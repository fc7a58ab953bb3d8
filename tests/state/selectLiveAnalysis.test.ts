// The gesture fast path of the selectors must give the engine's full answer: every per-horizon value
// and the area–depth fit equal analyseSection on the same document while regionals are raised, tilted
// and bent (docs/method.md §Sensitivity to the regional: moving a regional changes the loop area by −W0·Δr, our derivation), including a
// horizon with a projected run; anything else changed takes the full analysis.
import { describe, expect, it } from 'vitest';
import { analyseSection, type SectionAnalysis } from '../../src/core/analysis/analyseSection';
import { offsetRegionals } from '../../src/core/model/commands/offsetRegionals';
import { setRegional } from '../../src/core/model/commands/setRegional';
import { docToSection } from '../../src/core/model/docToSection';
import { emptyProjectDoc, type ProjectDoc } from '../../src/core/model/projectDoc';
import { selectAnalysis, selectLiveAnalysis } from '../../src/state/selectors';

/** 6 horizons × 800 vertices over a 4000 × 2000 px scan at 2.5 m/px; the third has a projected run. */
function doc(): ProjectDoc {
  const d = emptyProjectDoc();
  d.calibration = { kind: 'axes', xPoints: [{ u: 0, v: 0, value: 0 }, { u: 4000, v: 0, value: 10_000 }], zPoints: [{ u: 0, v: 0, value: 0 }, { u: 0, v: 2000, value: -5000 }] };
  for (let k = 0; k < 6; k++) {
    const pointsPx: [number, number][] = [];
    for (let i = 0; i < 800; i++) {
      const u = 100 + i * 4.75;
      pointsPx.push([u, 300 + k * 200 - (400 - 40 * k) * Math.sin((Math.PI * (u - 100)) / 3800) ** 2 + 0.5 * Math.sin(i)]);
    }
    d.horizons.push({ id: `h${k + 1}`, name: `H${k + 1}`, colour: '#000000', visible: true, locked: false, pointsPx, projected: k === 2 ? [[300, 420]] : [], joins: [] });
    d.scenarios[0].regionals[`h${k + 1}`] = [[50, 300 + k * 200], [3950, 300 + k * 200]];
  }
  d.scenarios[0].pinsPx = [[150, 0], [3800, 0]];
  return d;
}

function full(d: ProjectDoc): SectionAnalysis {
  const ds = docToSection(d);
  if (!ds.ok) throw new Error(ds.message);
  const out = analyseSection(ds.section);
  if (!out.ok) throw new Error(out.problems[0].message);
  return out.analysis;
}

/** Equal to float noise, relative to `scale` (residuals are small differences of areas, so they take the area's). */
const close = (a: number | null, b: number | null, scale = b ?? 0) => {
  if (a === null || b === null) return expect(a).toBe(b);
  expect(Math.abs(a - b)).toBeLessThanOrEqual(1e-9 * Math.max(1, Math.abs(scale)));
};

function expectSame(moved: ProjectDoc, start: ProjectDoc) {
  const live = selectLiveAnalysis(moved, start);
  expect(live.outcome?.ok).toBe(true);
  if (!live.outcome?.ok) return;
  const a = live.outcome.analysis;
  const b = full(moved);
  close(a.referenceElevation, b.referenceElevation);
  a.horizons.forEach((h, i) => {
    const g = b.horizons[i];
    for (const k of ['excessArea', 'bedLength', 'regionalLength', 'regionalElevation', 'depth', 'chamberlinDepth', 'lpsStrain', 'projectedAreaShare', 'projectedLength'] as const) close(h[k], g[k]);
    close(h.residual, g.residual, g.excessArea);
  });
  for (const k of ['displacement', 'detachmentDepth', 'detachmentElevation', 'r2'] as const) close(a.areaDepth![k], b.areaDepth![k]);
  expect(a.notes.length).toBe(b.notes.length);
  // The section handed to the pane (sensitivity, detachment trace) carries the moved regionals.
  const ds = docToSection(moved);
  if (live.docSection.ok && ds.ok) live.docSection.section.horizons.forEach((h, i) => h.regional.forEach((p, j) => { close(p[0], ds.section.horizons[i].regional[j][0]); close(p[1], ds.section.horizons[i].regional[j][1]); }));
}

describe('selectLiveAnalysis', () => {
  it('selectLiveAnalysis(doc, start) equals analyseSection while regionals are raised, tilted and bent', () => {
    const start = doc();
    let moved = offsetRegionals(start, null, 37.5);
    expectSame(moved, start);
    moved = setRegional(moved, 'h3', [[50, 700], [3950, 735]]);
    expectSame(moved, start);
    moved = setRegional(moved, 'h5', [[50, 1100], [2000, 1125], [3950, 1110]]);
    expectSame(moved, start);
  });

  it('selectLiveAnalysis(doc, null) and changes other than regionals give selectAnalysis itself', () => {
    const start = doc();
    const moved = offsetRegionals(start, null, 10);
    expect(selectLiveAnalysis(moved, null)).toBe(selectAnalysis(moved));
    const pinsMoved = { ...moved, scenarios: [{ ...moved.scenarios[0], pinsPx: [[160, 0], [3800, 0]] as [[number, number], [number, number]] }] };
    expect(selectLiveAnalysis(pinsMoved, start)).toBe(selectAnalysis(pinsMoved));
    // A regional that no longer reaches the right pin: the full analysis, which leaves that horizon out and says why.
    const short = setRegional(start, 'h2', [[50, 500], [3000, 500]]);
    const r = selectLiveAnalysis(short, start);
    expect(r).toBe(selectAnalysis(short));
    expect(r.leftOut.map((h) => h.id)).toEqual(['h2']);
    expect(r.leftOut[0].reason).toMatch(/does not reach the right pin/);
  });
});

What you should do. Scan the lines above for the word "SectionAnalysis" and copy every one where it occurs.

Problem solution.
import { analyseSection, type SectionAnalysis } from '../../src/core/analysis/analyseSection';
function full(d: ProjectDoc): SectionAnalysis {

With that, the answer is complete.